> [Excerpted data]:
- Opening Delimiter -
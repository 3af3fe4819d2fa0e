import { mkdtempSync, readFileSync, rmSync, writeFileSync } from 'node:fs';
import { tmpdir } from 'node:os';
import { join } from 'node:path';
import { afterEach, beforeEach, describe, expect, it } from 'vitest';
import {
  isAlive,
  processFacts,
  processStart,
  readLock,
  takeLock,
  waitForLock,
} from '../../server/start/lock.mjs';

const NOBODY = 2 ** 22; // above the kernel's default limit of process numbers

let folder: string;
let path: string;
beforeEach(() => {
  folder = mkdtempSync(join(tmpdir(), 'brimline-lock-'));
  path = join(folder, 'lock');
});
afterEach(() => rmSync(folder, { recursive: true, force: true }));

const write = (facts: object) => writeFileSync(path, JSON.stringify(facts));

async function take() {
  const attempt = await takeLock(path);
  if (!attempt.taken) throw new Error('held');
  return attempt;
}

describe('process facts', () => {
  it('knows itself and no dead process', () => {
    expect(processStart(process.pid)).toMatch(/^\d+$/);
    expect(processStart(NOBODY)).toBeNull();
    expect(isAlive(processFacts(process.pid))).toBe(true);
    expect(isAlive({ pid: NOBODY, startedAt: null })).toBe(false);
  });

  it('takes a later process with the same number for another one', () => {
    expect(isAlive({ pid: process.pid, startedAt: '1' })).toBe(false);
  });
});

describe('takeLock', () => {
  it('is refused while the holder lives, and names it', async () => {
    write({ ...processFacts(process.ppid), address: 'http://127.0.0.1:4480' });
    const attempt = await takeLock(path);
    expect(attempt).toMatchObject({
      taken: false,
      holder: { pid: process.ppid, address: 'http://127.0.0.1:4480' },
    });
  });

  it.each([
    ['a dead process', { pid: NOBODY, startedAt: '77' }],
    ['a number used again since', { pid: process.ppid, startedAt: '1' }],
  ])('takes over from %s and hands on what it said', async (_what, dead) => {
    const children = [{ pid: NOBODY, startedAt: '78' }];
    write({ ...dead, children });
    const { left } = await take();
    expect(left).toMatchObject({ pid: dead.pid, children });
    expect(readLock(path)?.pid).toBe(process.pid);
  });

  it('takes over a file that never became a lock', async () => {
    writeFileSync(path, '{"pid":');
    expect((await take()).left).toBeNull();
  });

  it('has one winner among many takers of a stale file', async () => {
    write({ pid: NOBODY, startedAt: '77' });
    const attempts = await Promise.all(Array.from({ length: 20 }, () => takeLock(path)));
    expect(attempts.filter((attempt) => attempt.taken)).toHaveLength(1);
  });

  it('tells more to others and leaves nothing when released', async () => {
    const { lock } = await take();
    lock.tell({ address: 'http://127.0.0.1:4480' });
    expect(readLock(path)).toEqual({ ...processFacts(process.pid), address: 'http://127.0.0.1:4480' });
    lock.release();
    expect(readLock(path)).toBeNull();
  });

  it('does not release what another process has taken since', async () => {
    const { lock } = await take();
    write(processFacts(process.ppid));
    lock.release();
    expect(readLock(path)?.pid).toBe(process.ppid);
  });
});

describe('waitForLock', () => {
  it('waits for the holder to end, telling once', async () => {
    const { lock } = await take();
    const told: number[] = [];
    setTimeout(() => lock.release(), 300);
    const waited = await waitForLock(path, { timeoutMs: 5000, onWait: (holder) => told.push(holder.pid) });
    expect(told).toEqual([process.pid]);
    expect(JSON.parse(readFileSync(path, 'utf8'))).toMatchObject({ pid: process.pid });
    waited.release();
  });

  it('gives up in words', async () => {
    write(processFacts(process.ppid));
    await expect(waitForLock(path, { timeoutMs: 0 })).rejects.toThrow(`Process ${process.ppid} holds`);
  });
});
- Closing Delimiter -
> [What to produce]:
Could you restate word for word the lines above from the one containing "folder = mkdtempSync(join(tmpdir(), 'brimline-lock-'));" through the one containing "pid: dead.pid, children", both included, and nothing else?

> [Solution to the problem]:
  folder = mkdtempSync(join(tmpdir(), 'brimline-lock-'));
  path = join(folder, 'lock');
});
afterEach(() => rmSync(folder, { recursive: true, force: true }));

const write = (facts: object) => writeFileSync(path, JSON.stringify(facts));

async function take() {
  const attempt = await takeLock(path);
  if (!attempt.taken) throw new Error('held');
  return attempt;
}

describe('process facts', () => {
  it('knows itself and no dead process', () => {
    expect(processStart(process.pid)).toMatch(/^\d+$/);
    expect(processStart(NOBODY)).toBeNull();
    expect(isAlive(processFacts(process.pid))).toBe(true);
    expect(isAlive({ pid: NOBODY, startedAt: null })).toBe(false);
  });

  it('takes a later process with the same number for another one', () => {
    expect(isAlive({ pid: process.pid, startedAt: '1' })).toBe(false);
  });
});

describe('takeLock', () => {
  it('is refused while the holder lives, and names it', async () => {
    write({ ...processFacts(process.ppid), address: 'http://127.0.0.1:4480' });
    const attempt = await takeLock(path);
    expect(attempt).toMatchObject({
      taken: false,
      holder: { pid: process.ppid, address: 'http://127.0.0.1:4480' },
    });
  });

  it.each([
    ['a dead process', { pid: NOBODY, startedAt: '77' }],
    ['a number used again since', { pid: process.ppid, startedAt: '1' }],
  ])('takes over from %s and hands on what it said', async (_what, dead) => {
    const children = [{ pid: NOBODY, startedAt: '78' }];
    write({ ...dead, children });
    const { left } = await take();
    expect(left).toMatchObject({ pid: dead.pid, children });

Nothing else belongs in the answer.